* _Goal of the exercise_
Beginning with the first line of the data below, extract each line up to and including the one containing "a retry. */". Copy them exactly and add nothing.

(Material to process)

import "server-only";
import nodemailer, { type Transporter } from "nodemailer";
import { db } from "@/lib/db";
import { env } from "@/lib/env";

export interface OutgoingMail {
  groupId: string | null;
  to: string;
  subject: string;
  text: string;
  html?: string;
  kind?: string;
}

const MAX_ATTEMPTS = 8;
let transporter: Transporter | undefined;

function transport(): Transporter {
  transporter ??= nodemailer.createTransport({
    host: env().SMTP_HOST,
    port: env().SMTP_PORT,
    secure: false,
    ignoreTLS: true,
    connectionTimeout: 5_000,
  });
  return transporter;
}

async function deliver(id: number): Promise<boolean> {
  const row = await db("outbox").where({ id }).first();
  if (!row || row.status !== "queued") return row?.status === "sent";
  try {
    await transport().sendMail({
      from: env().MAIL_FROM,
      to: row.to_address,
      subject: row.subject,
      text: row.text_body,
      html: row.html_body ?? undefined,
      headers: { "X-Cantrove-Group": row.group_id ?? "", "X-Cantrove-Kind": row.kind, "X-Cantrove-Outbox": String(id) },
    });
    await db("outbox").where({ id }).update({ status: "sent", sent_at: db.fn.now(), attempts: row.attempts + 1 });
    return true;
  } catch (error) {
    const attempts = row.attempts + 1;
    // Back off 30 s, 1 min, 2 min… so a mail service outage is ridden out.
    const delaySeconds = Math.min(3600, 30 * 2 ** (attempts - 1));
    await db("outbox")
      .where({ id })
      .update({
        attempts,
        last_error: (error as Error).message.slice(0, 500),
        status: attempts >= MAX_ATTEMPTS ? "failed" : "queued",
        next_attempt_at: db.raw(`now() + interval '${delaySeconds} seconds'`),
      });
    return false;
  }
}

/** Queues a message and tries to send it at once; false means it is queued for a retry. */
export async function sendMail(mail: OutgoingMail): Promise<{ id: number; sent: boolean }> {
  const [row] = await db("outbox")
    .insert({
      group_id: mail.groupId,
      to_address: mail.to,
      subject: mail.subject,
      text_body: mail.text,
      html_body: mail.html ?? null,
      kind: mail.kind ?? "notice",
      // Keeps the retry timer away while this first attempt runs.
      next_attempt_at: db.raw("now() + interval '60 seconds'"),
    })
    .returning("id");
  const id = Number(row.id);
  return { id, sent: await deliver(id) };
}

/** Sends what is due; called on a timer by instrumentation.ts. */
export async function retryDueMail(limit = 20): Promise<number> {
  // Claim the due rows first so two app servers never send the same message.
  const due: { id: string }[] = await db("outbox")
    .update({ next_attempt_at: db.raw("now() + interval '120 seconds'") })
    .whereIn(
      "id",
      db("outbox")
        .select("id")
        .where("status", "queued")
        .andWhere("next_attempt_at", "<=", db.fn.now())
        .orderBy("id")
        .limit(limit)
        .forUpdate()
        .skipLocked(),
    )
    .returning("id");
  let sent = 0;
  for (const { id } of due) if (await deliver(Number(id))) sent += 1;
  return sent;
}

export async function listOutbox(groupId: string, limit = 100) {
  return db("outbox")
    .select("id", "to_address as to", "subject", "kind", "status", "attempts", "last_error as lastError", "created_at as createdAt", "sent_at as sentAt")
    .where({ group_id: groupId })
    .orderBy("id", "desc")
    .limit(limit);
}
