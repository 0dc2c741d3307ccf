"use server";

// The account forms' server actions (declared with action(), lib/api/action.ts):
// the same schemas, rate limits and functions as the JSON routes in
// app/api/{signup,password-reset,invitations}, which stay as they are.
import { after } from "next/server";
import { redirect } from "next/navigation";
import { action } from "@/lib/api/action";
import type { ActionState } from "@/lib/api/action-state";
import { INVITE_LIMITS, RESET_REQUEST_LIMITS, SIGN_UP_LIMITS, TOKEN_LIMITS } from "./limits";
import { acceptInvitation, createInvitation } from "./invitations";
import { confirmPasswordReset, requestPasswordReset } from "./resets";
import { acceptInvitationInputSchema, invitationInputSchema, passwordSchema, personNameSchema, RESET_ANSWER, resetConfirmInputSchema, resetRequestInputSchema, signUpInputSchema } from "./schemas";
import { signUp } from "./sign-up";

const signUpRun = action(
  {
    who: "anyone",
    schema: signUpInputSchema,
    limits: SIGN_UP_LIMITS,
  },
  // An address that already has an account gets this same answer (its owner gets a mail).
  async ({ input }) => {
    await signUp(input);
    return { email: input.email };
  },
);
export async function signUpAction(previous: ActionState<{ email: string }>, formData: FormData) {
  return signUpRun(previous, formData);
}

const resetRequestRun = action(
  {
    who: "anyone",
    schema: resetRequestInputSchema,
    limits: RESET_REQUEST_LIMITS,
  },
  // The same answer at the same speed whether or not the address has an account: the work runs after.
  async ({ input }) => {
    after(() => requestPasswordReset(input.email).catch((error) => console.error("[cantrove] reset mail failed", error)));
    return { message: RESET_ANSWER };
  },
);
export async function resetRequestAction(previous: ActionState<{ message: string }>, formData: FormData) {
  return resetRequestRun(previous, formData);
}

const resetConfirmRun = action(
  { who: "anyone", schema: resetConfirmInputSchema, secret: ["password", "token"], limits: TOKEN_LIMITS },
  async ({ input }) => {
    await confirmPasswordReset(input.token, input.password);
    return { changed: true };
  },
);
export async function resetConfirmAction(previous: ActionState<{ changed: boolean }>, formData: FormData) {
  return resetConfirmRun(previous, formData);
}

const inviteRun = action(
  { who: ["organiser"], schema: invitationInputSchema, limits: INVITE_LIMITS },
  async ({ actor, input }) => {
    await createInvitation(actor, input);
    return { email: input.email };
  },
);
export async function inviteAction(previous: ActionState<{ email: string }>, formData: FormData) {
  return inviteRun(previous, formData);
}

const newPersonSchema = acceptInvitationInputSchema.extend({ name: personNameSchema, password: passwordSchema });
const acceptRun = action(
  { who: "anyone", schema: newPersonSchema, secret: ["password", "token"], limits: TOKEN_LIMITS },
  // A new person: no session to read (someone signed in uses the one-click form, which needs the session).
  async ({ input }) => acceptInvitation(input, null),
);
export async function acceptInvitationAction(previous: ActionState<unknown>, formData: FormData): Promise<ActionState<unknown>> {
  const state = await acceptRun(previous, formData);
  if (state.ok) redirect(`/signin?joined=1&email=${encodeURIComponent((state.data as { email: string }).email)}`);
  return state;
}
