import { endpoint } from "@/lib/api/endpoint";
import { TOKEN_LIMITS } from "@/lib/accounts/limits";
import { resetConfirmInputSchema } from "@/lib/accounts/schemas";
import { confirmPasswordReset } from "@/lib/accounts/resets";

export const dynamic = "force-dynamic";

export const POST = endpoint(
  { who: "anyone", body: resetConfirmInputSchema, limits: TOKEN_LIMITS },
  async ({ body }) => {
    await confirmPasswordReset(body.token, body.password);
    return { message: "Your password is changed. Sign in with the new one." };
  },
);
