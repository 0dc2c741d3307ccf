import "server-only";
import bcrypt from "bcryptjs";
import { db } from "@/lib/db";
import { env } from "@/lib/env";
import { notFound } from "@/lib/api/errors";
import { sendMail } from "@/lib/mail/outbox";
import { BCRYPT_COST } from "./queries";
import { resetMail } from "./mail-text";
import { RESET_MINUTES, hashToken, newToken } from "./tokens";

const MAX_OPEN_RESETS = 3;

/** Sends a reset link if the address has an account; says nothing either way. */
export async function requestPasswordReset(email: string): Promise<void> {
  const user = await db("users").where({ email }).first();
  if (!user) return;
  const recent = await db("password_resets")
    .where({ user_id: user.id })
    .andWhere("created_at", ">", db.raw(`now() - interval '${RESET_MINUTES} minutes'`))
    .count<{ count: string }[]>("* as count")
    .first();
  // A few links an hour are enough; more would let anyone flood someone's inbox.
  if (Number(recent?.count ?? 0) >= MAX_OPEN_RESETS) return;
  const { token, hash } = newToken();
  await db("password_resets").insert({ user_id: user.id, token_hash: hash, expires_at: db.raw(`now() + interval '${RESET_MINUTES} minutes'`) });
  const mail = resetMail({ link: `${env().APP_URL}/reset/${token}`, minutes: RESET_MINUTES });
  await sendMail({ groupId: null, to: user.email, kind: "password_reset", ...mail });
}

/** Sets the new password once; every other open link of that person stops working too. */
export async function confirmPasswordReset(token: string, password: string): Promise<void> {
  const hash = await bcrypt.hash(password, BCRYPT_COST);
  await db.transaction(async (trx) => {
    const reset = await trx("password_resets")
      .where({ token_hash: hashToken(token) })
      .whereNull("used_at")
      .andWhere("expires_at", ">", trx.fn.now())
      .forUpdate()
      .first();
    if (!reset) throw notFound("That reset link is not valid any more: it was used or it expired. Ask for a new one.");
    await trx("users").update({ password_hash: hash }).where({ id: reset.user_id });
    await trx("password_resets").update({ used_at: trx.fn.now() }).where({ user_id: reset.user_id }).whereNull("used_at");
    const user = await trx("users").where({ id: reset.user_id }).first();
    await trx("sign_in_failures").where({ email: user.email }).delete();
  });
}
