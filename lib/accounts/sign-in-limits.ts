import "server-only";
import { db } from "@/lib/db";
import { AppError } from "@/lib/api/errors";
import { consumeLimit, resetLimit } from "@/lib/api/rate-limit";
import { LIMITS_TABLE, limiterFor } from "@/lib/api/rate-limit-store";
import { CLIENT_RULE, PAIR_RULES, pairKey, refusalMessage } from "./sign-in-rules";

const retryOf = (reason: unknown) => Number((reason as AppError).details?.retryAfter ?? 60);

/**
 * Called before the password is checked: takes one try from every limit at
 * once (one atomic upsert each), so parallel guesses cannot all get through.
 * Throws an Error whose message reaches the sign-in form when over.
 */
export async function takeSignInTry(email: string, client: string): Promise<void> {
  const rules = [...PAIR_RULES, CLIENT_RULE];
  const results = await Promise.allSettled(rules.map((rule) => consumeLimit(rule, rule === CLIENT_RULE ? client : pairKey(email, client))));
  const refused = results.flatMap((r, i) => (r.status === "rejected" ? [{ rule: rules[i], reason: r.reason }] : []));
  const broken = refused.find((r) => !(r.reason instanceof AppError && r.reason.code === "rate_limited"));
  if (broken) throw broken.reason;
  if (!refused.length) return;
  const byPair = refused.filter((r) => r.rule !== CLIENT_RULE);
  const worst = (list: typeof refused) => Math.max(...list.map((r) => retryOf(r.reason)));
  throw new Error(byPair.length ? refusalMessage("pair", worst(byPair)) : refusalMessage("client", worst(refused)));
}

/** The password matched: this e-mail's tries from this client start again, and the try is given back to the client. */
export async function signInSucceeded(email: string, client: string): Promise<void> {
  await Promise.all([...PAIR_RULES.map((rule) => resetLimit(rule, pairKey(email, client))), limiterFor(CLIENT_RULE).reward(client, 1)]);
}

/** After a password reset: the e-mail's counts from every client go, so the reset is the way back in. */
export async function clearSignInTries(email: string): Promise<void> {
  const prefixes = PAIR_RULES.map((rule) => `${rule.name}:${pairKey(email, "")}`);
  await db(LIMITS_TABLE)
    .where((q) => {
      for (const prefix of prefixes) q.orWhereRaw("starts_with(key, ?)", [prefix]);
    })
    .delete();
}
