import { describe, expect, it } from "vitest";
import { correctedCopy, fixBoxes, fixableFields, parseFix } from "@/lib/offline/fix";
import { newOutboxItem } from "@/lib/ledger/browser-queue";

const entered = new Date("2026-12-04T10:42:00.000Z");
const haul = newOutboxItem("/api/drives/d/hauls", { dropPointId: "p", bags: 600, weightKg: null }, "Haul: 600 bags from North porch", entered, "key-1");

describe("fixing a refused entry in place", () => {
  it("offers the numbers the server named, else every number the entry carries", () => {
    expect(fixableFields(haul.body, { bags: "That is more bags than one pickup holds." })).toEqual(["bags"]);
    expect(fixableFields(haul.body, undefined)).toEqual(["bags", "weightKg"]);
    expect(fixableFields({ reason: "closed" }, { reason: "too short" })).toEqual([]);
    // The server named only a field no box corrects (a sort's rejected cans): no box for another number.
    expect(fixableFields({ haulIds: ["h"], good: 40, rejected: { dented: 900 } }, { rejected: "More rejected cans than the hauls held." })).toEqual([]);
  });

  it("speaks the group's units: an imperial group's weight box takes pounds and stores kilograms", () => {
    // 1 lb = 0.45359237 kg exactly (international yard and pound agreement, 1959; NIST SP 811 appendix B).
    expect(parseFix({ weightKg: "22" }, "imperial")).toEqual({ ok: true, values: { weightKg: 9.979 } });
    expect(parseFix({ weightKg: "22" }, "metric")).toEqual({ ok: true, values: { weightKg: 22 } });
    const lb = fixBoxes("imperial").weightKg!;
    expect(lb.label).toBe("Weight (lb)");
    expect(lb.shown(9.979)).toBe(22);
    expect(fixBoxes("metric").weightKg!.label).toBe("Weight (kg)");
  });

  it("reads each box by its own rules and refuses what is not a number", () => {
    expect(parseFix({ bags: "6" })).toEqual({ ok: true, values: { bags: 6 } });
    const bad = parseFix({ bags: "6.5", weightKg: "abc" });
    expect(bad.ok).toBe(false);
    if (!bad.ok) expect(Object.keys(bad.errors).sort()).toEqual(["bags", "weightKg"]);
  });

  it("keeps the time of entry, takes a new key and the new number, and starts its tries afresh", () => {
    const copy = correctedCopy({ ...haul, attempts: 3, lastError: "x" }, { bags: 6 }, "key-2");
    expect(copy.key).toBe("key-2");
    expect(copy.createdAt).toBe(entered.toISOString());
    expect(copy.body).toEqual({ happenedAt: entered.toISOString(), dropPointId: "p", bags: 6, weightKg: null });
    expect(copy.attempts).toBe(0);
    expect(copy.label).toBe("Haul: 600 bags from North porch (corrected: bags 6)");
    // Corrected twice: one note, the latest.
    expect(correctedCopy(copy, { bags: 5 }, "key-3").label).toBe("Haul: 600 bags from North porch (corrected: bags 5)");
  });
});
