import { toSlug } from "@/lib/slug";
import { createHash, randomBytes } from "node:crypto";

// A link token is 32 random bytes; only its SHA-256 is stored.
export function newToken(): { token: string; hash: string } {
  const token = randomBytes(32).toString("base64url");
  return { token, hash: hashToken(token) };
}

export function hashToken(token: string): string {
  return createHash("sha256").update(token).digest("hex");
}

export const INVITATION_DAYS = 7;
export const RESET_MINUTES = 60;

/** A URL-safe group slug from its name, with a short suffix to keep it unique. */
export function slugify(name: string, suffix: string): string {
  const base = toSlug(name, 48);
  return `${base || "group"}-${suffix}`;
}

export const VERIFY_HOURS = 48;
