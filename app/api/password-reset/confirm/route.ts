import { NextResponse } from "next/server";
import { parseJson, route } from "@/lib/api/handler";
import { resetConfirmInputSchema } from "@/lib/accounts/schemas";
import { confirmPasswordReset } from "@/lib/accounts/resets";

export const dynamic = "force-dynamic";

export const POST = route(async (request) => {
  const { token, password } = await parseJson(request, resetConfirmInputSchema);
  await confirmPasswordReset(token, password);
  return NextResponse.json({ message: "Your password is changed. Sign in with the new one." });
});
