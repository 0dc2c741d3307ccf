import "fake-indexeddb/auto";
import { describe, expect, it } from "vitest";
import { unsentCount } from "@/lib/offline/forget";
import { putEntry, setPerson } from "@/lib/offline/store";

// Leaving a group (or signing out) deletes every entry this phone keeps for the person, in
// every group; the warning counts them all and says how many are of the group being left,
// the only ones its Log page shows.
const entry = (key: string, group: string | undefined) => ({
  key,
  url: "/api/drives/d1/hauls",
  body: { dropPointId: "p1", bags: 2 },
  label: "Haul: 2 bags",
  createdAt: "2026-12-04T10:42:00.000Z",
  attempts: 0,
  owner: "u1",
  group,
  state: "waiting" as const,
});

describe("entries not sent yet, before leaving", () => {
  it("counts the person's entries in all, and those of the group being left", async () => {
    expect(await unsentCount("g1")).toEqual({ all: 0, here: 0 });
    await setPerson({ id: "u1", group: "g1", home: "/log" });
    await putEntry(entry("k1", "g1"));
    await putEntry(entry("k2", "g2"));
    await putEntry(entry("k3", "g2"));
    await putEntry({ ...entry("k4", "g1"), owner: "u2" }); // someone else's: not this person's to lose
    expect(await unsentCount("g1")).toEqual({ all: 3, here: 1 });
    expect(await unsentCount("g2")).toEqual({ all: 3, here: 2 });
  });
});
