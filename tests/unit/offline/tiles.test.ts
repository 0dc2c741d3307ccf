import { describe, expect, it } from "vitest";
import { OFFLINE_TILE_BUDGET, OFFLINE_ZOOMS, STOP_ZOOM, offlineTiles, tileUrl, tilesOverBudget } from "@/lib/offline/tiles";

// Tile numbers by the OpenStreetMap wiki's "Slippy map tilenames" formula
// (https://wiki.openstreetmap.org/wiki/Slippy_map_tilenames), computed here
// independently of lib/map/tiles.ts.
function osmTile(lat: number, lng: number, z: number) {
  const n = 2 ** z;
  const x = Math.floor(((lng + 180) / 360) * n);
  const r = (lat * Math.PI) / 180;
  const y = Math.floor(((1 - Math.asinh(Math.tan(r)) / Math.PI) / 2) * n);
  return { x, y };
}

const stops = [
  { lat: 47.2, lng: -8.0 },
  { lat: 47.205, lng: -7.99 },
  { lat: 47.231, lng: -7.952 },
];

describe("offline map tiles", () => {
  it("holds every stop's own tile at every overview zoom and at the stop zoom", () => {
    const tiles = offlineTiles([stops]);
    const has = (z: number, t: { x: number; y: number }) => tiles.some((u) => u.z === z && u.x === t.x && u.y === t.y);
    for (const p of stops) {
      for (const z of [...OFFLINE_ZOOMS, STOP_ZOOM]) expect(has(z, osmTile(p.lat, p.lng, z))).toBe(true);
    }
  });

  it("never lists a tile twice and stays within the budget, overview zooms first", () => {
    const many = Array.from({ length: 40 }, (_, i) => [{ lat: 47 + i * 0.01, lng: -8 + i * 0.02 }, { lat: 47.5 + i * 0.01, lng: -7.5 }]);
    const tiles = offlineTiles(many);
    expect(tiles.length).toBe(OFFLINE_TILE_BUDGET);
    expect(new Set(tiles.map((t) => `${t.z}/${t.x}/${t.y}`)).size).toBe(tiles.length);
    expect(tiles[0]!.z).toBe(OFFLINE_ZOOMS[0]);
    expect(offlineTiles([stops], 5)).toHaveLength(5);
    expect(offlineTiles([])).toEqual([]);
  });

  it("fills the map's URL template", () => {
    expect(tileUrl("/tiles/{z}/{x}/{y}.png", { z: 16, x: 31305, y: 22851 })).toBe("/tiles/16/31305/22851.png");
  });
});

describe("the tile budget over everything kept", () => {
  const urls = (prefix: string, n: number) => Array.from({ length: n }, (_, i) => `/tiles/${prefix}/${i}.png`);

  it("drops nothing within the budget", () => {
    expect(tilesOverBudget(urls("a", 10), new Set(), 10)).toEqual([]);
  });

  it("keeps the run's chosen tiles first, then the newest others, and never more than the budget", () => {
    const browsed = urls("map", 8); // kept first, by looking at the map
    const chosen = urls("run", 5); // kept by the warm-up, after
    const kept = [...browsed, ...chosen];
    const drop = tilesOverBudget(kept, new Set(chosen), 7);
    expect(kept.length - drop.length).toBe(7);
    const stay = kept.filter((u) => !drop.includes(u));
    expect(stay).toEqual(expect.arrayContaining(chosen));
    // The two newest browsed tiles stay beside them; the six oldest go.
    expect(stay.filter((u) => u.includes("/map/"))).toEqual([browsed[6], browsed[7]]);
  });

  it("keeps only part of the chosen tiles when they alone pass the budget", () => {
    const chosen = urls("run", 6);
    expect(tilesOverBudget(chosen, new Set(chosen), 4)).toEqual(chosen.slice(4));
  });
});
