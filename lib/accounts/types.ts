import type { Role } from "@/lib/auth/roles";

// The accounts endpoints' answers, as both sides see them: the server's
// queries declare they return these, and the client's hooks read them. Safe
// in the client (no server imports).

/** One member of the acting group (GET /api/members, PATCH /api/members/:userId). */
export interface Member {
  userId: string;
  name: string;
  email: string;
  role: Role;
  joinedAt: string;
}

/** An invitation not yet accepted (GET /api/invitations, POST …/resend). */
export interface Invitation {
  id: string;
  email: string;
  role: Role;
  sentAt: string;
  expiresAt: string;
  expired: boolean;
}

/** One of the signed-in person's groups (GET /api/me/groups). */
export interface Membership {
  id: string;
  slug: string;
  name: string;
  role: Role;
}

export interface MyGroup extends Membership {
  active: boolean;
}
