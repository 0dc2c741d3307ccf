import { describe, expect, it } from "vitest";
import { markerAttributes, offlinePageHtml, personMarker } from "@/lib/offline/marker";

const id = "7d3c2f7e-1b7a-4a7e-9d55-2f0c9c7e8a11";
const group = "0b6c1e52-3f1d-4c0e-8a4b-5d9e2f7a1c33";

describe("the signed-in marker", () => {
  it("is read back from the HTML React renders for it", () => {
    const attrs = markerAttributes({ id, group, home: "/log", renderedAt: "2026-12-04T10:42:00.000Z" });
    const html = `<html><body><div hidden="" ${Object.entries(attrs).map(([k, v]) => `${k}="${v}"`).join(" ")}></div><main>…</main></body></html>`;
    expect(personMarker(html)).toEqual({ id, group, home: "/log", renderedAt: "2026-12-04T10:42:00.000Z" });
  });

  it("is absent from a public page, and a made-up one in page text cannot name a person", () => {
    expect(personMarker("<html><body><h1>Winter drive</h1></body></html>")).toBeNull();
    // A drive's description is escaped by React: quotes become &quot;, so no marker can be faked in text.
    expect(personMarker(`<p>data-cantrove-person=&quot;${id}&quot; data-cantrove-home=&quot;/log&quot;</p>`)).toBeNull();
  });

  it("refuses values that are not an id and a home path", () => {
    expect(() => markerAttributes({ id: "x\" onload=\"", group, home: "/log", renderedAt: "" })).toThrow();
    expect(() => markerAttributes({ id, group: "../../", home: "/log", renderedAt: "" })).toThrow();
    expect(() => markerAttributes({ id, group, home: "https://elsewhere.test", renderedAt: "" })).toThrow();
  });

  it("offline page has no script and points a signed-in person at Log and the runs", () => {
    expect(offlinePageHtml(true)).toContain('href="/log"');
    expect(offlinePageHtml(true)).not.toMatch(/<script/i);
    expect(offlinePageHtml(false)).toContain("Sign in");
  });
});
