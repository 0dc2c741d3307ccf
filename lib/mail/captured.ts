import "server-only";
import { env } from "@/lib/env";

export interface CapturedMail {
  id: string;
  receivedAt: string;
  to: string[];
  subject: string;
  text: string;
}

/** The group's messages as the mail service captured them; null when it cannot be reached. */
export async function listCapturedMail(groupId: string): Promise<CapturedMail[] | null> {
  try {
    const res = await fetch(`${env().MAIL_API_URL}/messages?group=${encodeURIComponent(groupId)}`, {
      cache: "no-store",
      signal: AbortSignal.timeout(3_000),
    });
    if (!res.ok) return null;
    return (await res.json()) as CapturedMail[];
  } catch {
    return null;
  }
}
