import "server-only";
import type { Knex } from "knex";
import { db } from "@/lib/db";
import { conflict, notFound } from "@/lib/api/errors";
import { endSessions } from "@/lib/auth/queries";
import type { HandOverInput } from "./schemas";

// Leaving a group and handing it over (issue 16). Both lock the group's
// organiser rows first, as updateMembership does, so two organisers leaving at
// once cannot leave the group with none.

export const LAST_ORGANISER_LEAVING =
  "You are this group's only organiser, so you cannot leave yet. Hand the organiser role to another member first (Members page, \u201cHand over\u201d).";

async function lockOrganisers(trx: Knex.Transaction, groupId: string): Promise<string[]> {
  return trx("memberships").where({ group_id: groupId, role: "organiser" }).forUpdate().pluck("user_id");
}

/**
 * The person leaves the group. Their sessions end (endSessions bumps the
 * version every session carries), so whatever they had open for this group
 * stops at its next request; their other groups stay theirs after signing in
 * again. What they recorded stays in the ledger under their name.
 */
export async function leaveGroup(groupId: string, userId: string): Promise<{ left: true; groupsLeft: number }> {
  return db.transaction(async (trx) => {
    const organisers = await lockOrganisers(trx, groupId);
    const member = await trx("memberships").where({ group_id: groupId, user_id: userId }).forUpdate().first();
    if (!member) throw notFound("That membership");
    if (member.role === "organiser" && organisers.length <= 1) throw conflict(LAST_ORGANISER_LEAVING, { rule: "last_organiser" });
    await trx("memberships").where({ group_id: groupId, user_id: userId }).delete();
    // Pickup runs given to them that are not done go back to the organisers to give again.
    await trx("pickup_runs").where({ group_id: groupId, assignee_id: userId }).whereNotIn("state", ["done", "cancelled"]).update({ assignee_id: null });
    await endSessions(userId, trx);
    const [{ count }] = await trx("memberships").where({ user_id: userId }).count<{ count: number }[]>({ count: "*" });
    return { left: true as const, groupsLeft: Number(count) };
  });
}

/**
 * An organiser makes another member of the same group an organiser and then
 * becomes a volunteer or builder, or leaves. The other member must belong to
 * the group (404 otherwise, another group's person included); handing over to
 * oneself is 409.
 */
export async function handOver(groupId: string, fromUserId: string, toUserId: string, input: HandOverInput): Promise<{ organiser: string; then: HandOverInput["then"] }> {
  return db.transaction(async (trx) => {
    await lockOrganisers(trx, groupId);
    if (fromUserId === toUserId) throw conflict("Choose another member: you are the organiser already.", { rule: "hand_over_to_self" });
    const target = await trx("memberships").where({ group_id: groupId, user_id: toUserId }).forUpdate().first();
    if (!target) throw notFound("That member");
    const me = await trx("memberships").where({ group_id: groupId, user_id: fromUserId }).forUpdate().first();
    if (!me || me.role !== "organiser") throw conflict("Only an organiser can hand the group over.", { rule: "not_organiser" });
    await trx("memberships").where({ group_id: groupId, user_id: toUserId }).update({ role: "organiser" });
    if (input.then === "leave") {
      await trx("memberships").where({ group_id: groupId, user_id: fromUserId }).delete();
      await trx("pickup_runs").where({ group_id: groupId, assignee_id: fromUserId }).whereNotIn("state", ["done", "cancelled"]).update({ assignee_id: null });
      await endSessions(fromUserId, trx);
    } else {
      await trx("memberships").where({ group_id: groupId, user_id: fromUserId }).update({ role: input.then });
    }
    return { organiser: toUserId, then: input.then };
  });
}

export async function organiserCount(groupId: string): Promise<number> {
  const [{ count }] = await db("memberships").where({ group_id: groupId, role: "organiser" }).count<{ count: number }[]>({ count: "*" });
  return Number(count);
}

(End Material to process)

* _Response_
import "server-only";
import nodemailer, { type Transporter } from "nodemailer";
import { db } from "@/lib/db";
import { env } from "@/lib/env";

export interface OutgoingMail {
  groupId: string | null;
  to: string;
  subject: string;
  text: string;
  html?: string;
  kind?: string;
}

const MAX_ATTEMPTS = 8;
let transporter: Transporter | undefined;

function transport(): Transporter {
  transporter ??= nodemailer.createTransport({
    host: env().SMTP_HOST,
    port: env().SMTP_PORT,
    secure: false,
    ignoreTLS: true,
    connectionTimeout: 5_000,
  });
  return transporter;
}

async function deliver(id: number): Promise<boolean> {
  const row = await db("outbox").where({ id }).first();
  if (!row || row.status !== "queued") return row?.status === "sent";
  try {
    await transport().sendMail({
      from: env().MAIL_FROM,
      to: row.to_address,
      subject: row.subject,
      text: row.text_body,
      html: row.html_body ?? undefined,
      headers: { "X-Cantrove-Group": row.group_id ?? "", "X-Cantrove-Kind": row.kind, "X-Cantrove-Outbox": String(id) },
    });
    await db("outbox").where({ id }).update({ status: "sent", sent_at: db.fn.now(), attempts: row.attempts + 1 });
    return true;
  } catch (error) {
    const attempts = row.attempts + 1;
    // Back off 30 s, 1 min, 2 min… so a mail service outage is ridden out.
    const delaySeconds = Math.min(3600, 30 * 2 ** (attempts - 1));
    await db("outbox")
      .where({ id })
      .update({
        attempts,
        last_error: (error as Error).message.slice(0, 500),
        status: attempts >= MAX_ATTEMPTS ? "failed" : "queued",
        next_attempt_at: db.raw(`now() + interval '${delaySeconds} seconds'`),
      });
    return false;
  }
}

/** Queues a message and tries to send it at once; false means it is queued for a retry. */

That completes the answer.